Stored data:

● ● ● ●

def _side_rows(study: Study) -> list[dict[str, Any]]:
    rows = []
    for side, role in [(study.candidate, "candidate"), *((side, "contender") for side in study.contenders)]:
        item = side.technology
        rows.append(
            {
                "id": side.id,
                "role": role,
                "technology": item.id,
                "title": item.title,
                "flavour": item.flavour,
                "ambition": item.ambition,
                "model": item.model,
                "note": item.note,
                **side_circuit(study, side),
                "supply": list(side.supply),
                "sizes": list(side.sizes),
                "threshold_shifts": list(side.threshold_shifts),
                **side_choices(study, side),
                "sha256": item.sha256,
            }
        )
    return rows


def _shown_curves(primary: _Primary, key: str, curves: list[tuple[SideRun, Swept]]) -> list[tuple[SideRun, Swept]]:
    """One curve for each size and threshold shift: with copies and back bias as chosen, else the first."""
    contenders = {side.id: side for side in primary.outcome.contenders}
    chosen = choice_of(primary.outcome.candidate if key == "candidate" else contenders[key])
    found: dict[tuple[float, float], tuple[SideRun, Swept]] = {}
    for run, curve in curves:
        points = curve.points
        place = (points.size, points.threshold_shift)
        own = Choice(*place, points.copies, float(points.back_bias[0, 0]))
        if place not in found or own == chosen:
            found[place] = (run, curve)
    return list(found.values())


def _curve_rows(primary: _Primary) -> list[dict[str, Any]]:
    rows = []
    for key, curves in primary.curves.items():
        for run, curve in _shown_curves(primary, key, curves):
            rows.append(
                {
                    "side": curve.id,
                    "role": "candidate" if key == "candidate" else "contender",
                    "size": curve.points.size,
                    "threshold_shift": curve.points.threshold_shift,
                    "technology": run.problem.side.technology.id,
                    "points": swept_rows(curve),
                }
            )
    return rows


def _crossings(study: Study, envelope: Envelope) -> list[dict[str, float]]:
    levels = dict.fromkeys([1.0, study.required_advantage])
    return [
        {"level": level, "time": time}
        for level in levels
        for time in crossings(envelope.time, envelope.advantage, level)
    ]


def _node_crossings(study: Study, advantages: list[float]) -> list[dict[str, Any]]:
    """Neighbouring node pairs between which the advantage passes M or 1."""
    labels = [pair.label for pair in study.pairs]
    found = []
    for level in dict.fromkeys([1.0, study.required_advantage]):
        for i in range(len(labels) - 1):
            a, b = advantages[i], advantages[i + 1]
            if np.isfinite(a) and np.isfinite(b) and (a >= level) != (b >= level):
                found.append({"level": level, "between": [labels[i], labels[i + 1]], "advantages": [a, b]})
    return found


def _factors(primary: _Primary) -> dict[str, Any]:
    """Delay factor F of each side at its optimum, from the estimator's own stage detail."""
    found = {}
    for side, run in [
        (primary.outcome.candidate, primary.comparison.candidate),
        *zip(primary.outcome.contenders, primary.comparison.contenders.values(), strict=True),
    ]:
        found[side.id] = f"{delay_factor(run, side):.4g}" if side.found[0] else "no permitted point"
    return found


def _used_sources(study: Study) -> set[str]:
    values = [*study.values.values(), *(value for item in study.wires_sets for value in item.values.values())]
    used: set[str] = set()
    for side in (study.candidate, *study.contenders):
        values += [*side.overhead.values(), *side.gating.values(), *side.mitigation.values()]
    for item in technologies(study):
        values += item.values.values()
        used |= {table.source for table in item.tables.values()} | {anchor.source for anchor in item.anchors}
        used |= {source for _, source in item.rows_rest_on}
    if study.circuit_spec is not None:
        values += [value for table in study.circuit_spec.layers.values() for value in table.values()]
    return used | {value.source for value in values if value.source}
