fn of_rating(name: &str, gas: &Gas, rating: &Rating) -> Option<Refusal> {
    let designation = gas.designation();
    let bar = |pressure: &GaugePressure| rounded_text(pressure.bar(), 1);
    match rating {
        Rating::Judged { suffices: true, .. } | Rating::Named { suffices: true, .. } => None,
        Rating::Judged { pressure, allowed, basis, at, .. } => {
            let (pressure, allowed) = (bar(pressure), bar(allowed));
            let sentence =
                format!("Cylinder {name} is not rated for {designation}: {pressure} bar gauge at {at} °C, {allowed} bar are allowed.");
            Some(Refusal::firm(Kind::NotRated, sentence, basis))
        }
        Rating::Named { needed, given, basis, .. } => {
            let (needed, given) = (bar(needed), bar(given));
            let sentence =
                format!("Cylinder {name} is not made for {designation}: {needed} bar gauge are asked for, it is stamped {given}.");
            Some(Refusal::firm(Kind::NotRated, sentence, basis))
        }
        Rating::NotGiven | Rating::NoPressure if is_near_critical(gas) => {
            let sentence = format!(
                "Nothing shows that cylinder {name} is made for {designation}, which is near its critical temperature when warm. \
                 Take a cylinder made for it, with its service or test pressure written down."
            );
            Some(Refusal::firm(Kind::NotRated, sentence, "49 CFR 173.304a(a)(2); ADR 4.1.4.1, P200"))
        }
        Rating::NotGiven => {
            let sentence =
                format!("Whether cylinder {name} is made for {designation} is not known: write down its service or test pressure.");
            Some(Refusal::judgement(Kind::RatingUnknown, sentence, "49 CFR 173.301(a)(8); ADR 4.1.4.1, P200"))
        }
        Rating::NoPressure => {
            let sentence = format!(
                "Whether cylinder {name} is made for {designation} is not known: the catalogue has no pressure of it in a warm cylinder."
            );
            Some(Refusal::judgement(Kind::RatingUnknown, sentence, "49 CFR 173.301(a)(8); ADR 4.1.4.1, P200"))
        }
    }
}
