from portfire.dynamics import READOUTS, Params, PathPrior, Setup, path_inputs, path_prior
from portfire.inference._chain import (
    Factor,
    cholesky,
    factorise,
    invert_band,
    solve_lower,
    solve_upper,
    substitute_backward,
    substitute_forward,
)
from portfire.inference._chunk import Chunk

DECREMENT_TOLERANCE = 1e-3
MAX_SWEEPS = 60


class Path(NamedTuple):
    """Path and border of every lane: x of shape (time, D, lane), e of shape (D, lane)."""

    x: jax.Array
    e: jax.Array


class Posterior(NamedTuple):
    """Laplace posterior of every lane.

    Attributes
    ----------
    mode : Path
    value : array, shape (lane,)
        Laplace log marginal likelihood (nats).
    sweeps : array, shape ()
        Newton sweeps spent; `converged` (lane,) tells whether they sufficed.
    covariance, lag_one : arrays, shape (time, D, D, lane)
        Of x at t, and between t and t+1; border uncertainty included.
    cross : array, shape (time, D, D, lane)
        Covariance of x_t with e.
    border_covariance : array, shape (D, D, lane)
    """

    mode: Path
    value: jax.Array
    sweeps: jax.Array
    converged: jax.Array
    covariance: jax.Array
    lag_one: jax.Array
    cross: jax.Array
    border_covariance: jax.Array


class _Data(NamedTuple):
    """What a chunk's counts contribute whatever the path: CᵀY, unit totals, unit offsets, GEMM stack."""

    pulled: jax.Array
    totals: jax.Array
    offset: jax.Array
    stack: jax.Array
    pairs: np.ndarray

● ● ● ●

All lines in the data that contain the word "NamedTuple" should be copied.

Response below:
class Path(NamedTuple):
class Posterior(NamedTuple):
class _Data(NamedTuple):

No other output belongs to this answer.